The Pythagoreans’ most profound discovery was a link between numbers and the real world: things could be described by numbers, and numbers described by things. Unfortunately, they made the mistake of believing in something a little more extreme: that numbers are things and that things are numbers. And while this seemed to make sense in most cases, they eventually found that some numbers simply didn’t add up.

Making use of their ever-so-famous Pythagorean Theorem, the Pythagoreans found that if the two legs of a right triangle were both 1, then the hypotenuse must be the square-root of two.

What the hell?” they said.

The square-root of two is 1.41421356… It continues indefinitely. It cannot be defined outside of the statement “the square-root of two” and is completely and utterly irrational. This was a problem, because if such a number did exist, then something in the real world must exist that is equivalent to it. And if the basis of human reason, rationality, is broken (or, if something in the world is irrational), then there must be some irrationality to man in correspondence with irrationality in nature.

In other words, who are we when we cannot be defined? And what can something undefined really know about itself, or anything for that matter?

Well, even though the Pythagoreans suspected the numbers might not exist in the real world, they feared where the numbers did exist. What if these irrational numbers were maybe some door into chaos and oblivion, or signs of some malevolent god? In essence, it scared the shit out of them, and so they simply stopped thinking about them. They didn’t deny irrational numbers, but they wouldn’t touch them with a ten foot pole.

This check in knowledge has been commonplace throughout history. We constantly come to lines that we aren’t sure whether to cross or not. The reason for this? Pandorra’s Box. When you discover something, it doesn’t just go away. This happened in the early 20th century with nuclear weaponry, and it’s happening now with the human genome and nanotechnology. Will we become genetically selective, conditioning our children and oblitering the less-perfect humans? Will nanodust be released and destroy life on earth?

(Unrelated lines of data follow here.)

// The office loads a van from the store, or takes parts back: several lines, one submit.
import { useState, type SubmitEvent } from 'react';
import { useSend } from './use-send';
import { FormMessage } from '../office/form';

type PartOption = { id: string; partNumber: string; description: string; unit: string };
type Props = { technicianId: string; technicianName: string; parts: PartOption[] };
type Line = { key: number; partId: string; quantity: string };

const input = 'min-h-10 rounded border-2 border-ink/50 bg-white px-2';

export default function RestockForm({ technicianId, technicianName, parts }: Props) {
  const [lines, setLines] = useState<Line[]>([{ key: 0, partId: '', quantity: '' }]);
  const [reason, setReason] = useState<'restock' | 'returned'>('restock');
  const [note, setNote] = useState('');
  const { busy, error, setError, send } = useSend();
  const unitOf = (partId: string) => parts.find((p) => p.id === partId)?.unit;

  const update = (key: number, change: Partial<Line>) => setLines((all) => all.map((l) => (l.key === key ? { ...l, ...change } : l)));

  async function onSubmit(event: SubmitEvent<HTMLFormElement>) {
    event.preventDefault();
    const filled = lines.filter((l) => l.partId || l.quantity);
    if (filled.length === 0 || filled.some((l) => !l.partId || !(Number(l.quantity) > 0))) {
      setError('Choose a part and a quantity above zero on every line.');
      return;
    }
    const saved = await send('POST', '/api/office/van-stock/movements', {
      technicianId,
      reason,
      note,
      lines: filled.map((l) => ({ partId: l.partId, quantity: Number(l.quantity) })),
    });
    if (saved) window.location.reload();
  }

  return (
    <form onSubmit={onSubmit} className="flex flex-col gap-3 rounded border-2 border-ink/20 bg-white p-4" aria-label={`Restock ${technicianName}'s van`}>
      <h2 className="text-lg font-bold">Load or unload {technicianName}’s van</h2>
      <fieldset className="flex gap-4">
        <legend className="sr-only">Direction</legend>
        <label className="flex items-center gap-2">
          <input type="radio" name="reason" checked={reason === 'restock'} onChange={() => setReason('restock')} className="size-5" />
          Load from the store
        </label>
        <label className="flex items-center gap-2">
          <input type="radio" name="reason" checked={reason === 'returned'} onChange={() => setReason('returned')} className="size-5" />
          Return to the store
        </label>
      </fieldset>
      {lines.map((line, index) => (
        <div key={line.key} className="flex items-end gap-2">
          <label className="flex min-w-0 flex-1 flex-col text-sm font-bold">
            Part {index + 1}
            <select value={line.partId} onChange={(e) => update(line.key, { partId: e.target.value })} className={`${input} w-full min-w-0 font-normal`}>
              <option value="">Choose a part…</option>
              {parts.map((p) => (
                <option key={p.id} value={p.id}>
                  {p.partNumber} · {p.description}
                </option>
              ))}
            </select>
          </label>
          <label className="flex w-24 shrink-0 flex-col text-sm font-bold">
            Quantity{unitOf(line.partId) === 'L' ? ' (L)' : ''}
            <input
              type="number"
              inputMode="decimal"
              min="0"
              step={unitOf(line.partId) === 'L' ? '0.1' : '1'}
              value={line.quantity}
              onChange={(e) => update(line.key, { quantity: e.target.value })}
              className={`${input} w-full font-normal`}
            />
          </label>
          {lines.length > 1 && (
            <button type="button" onClick={() => setLines((all) => all.filter((l) => l.key !== line.key))} className="min-h-10 rounded border-2 border-ink/40 px-3" aria-label={`Remove line ${index + 1}`}>
              Remove
            </button>
          )}
        </div>
      ))}
      <button
        type="button"
        onClick={() => setLines((all) => [...all, { key: Math.max(...all.map((l) => l.key)) + 1, partId: '', quantity: '' }])}
        className="min-h-10 self-start rounded border-2 border-brand px-3 font-bold text-brand"
      >
        Add a line
      </button>
      <label className="flex flex-col text-sm font-bold">
        Note
        <input value={note} onChange={(e) => setNote(e.target.value)} maxLength={500} className={`${input} font-normal`} placeholder="e.g. Monday load" />
      </label>
      <FormMessage message={error} />
      <button type="submit" disabled={busy} className="min-h-11 rounded bg-brand px-4 font-bold text-white disabled:opacity-60">
        {busy ? 'Saving…' : reason === 'restock' ? 'Record the load' : 'Record the return'}
      </button>
    </form>
  );
}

What the future holds is hard to predict. What we stare in the face now is not so different from what the Pythagoreans faced 25 centuries ago. The difference is: they drew a line. And though we no longer fear irrational numbers, some wonder: should we worry about this Brave New World, or these little robots of death?

A slightly less well-known bit of Pythagorean goofiness was their elitism about the dodecahedron. The dodecahedron is probably the least intuitive of the five Platonic solids, and when the Pythagoreans figured out that it can exist, they got a little goofy about it. They were already sort of mystical about their numbers, and they assigned elements to each of the five aforementioned solids. The thing was, they didn't tell anybody outside of the cult about it, you only learned about it if you reached the Pythagorean Thirty-Third Degree or something. Apparently they thought that all hell would break loose if the great unwashed knew that you could build a twelve-sided polyhedron out of regular pentagons.

Carl Sagan said that one guy tried to publish the existence of the dodecahedron - however that was done in a paper-minimal society - but was suppressed and thrown out of the Pythagorean cult. Later, the guy died in a shipwreck, and people in the cult said that he only got what was coming to him. The similarity of this story to legbagede's seems to indicate that either people drowned at sea regularly, or that the Pythagorean cult has reached mythical status.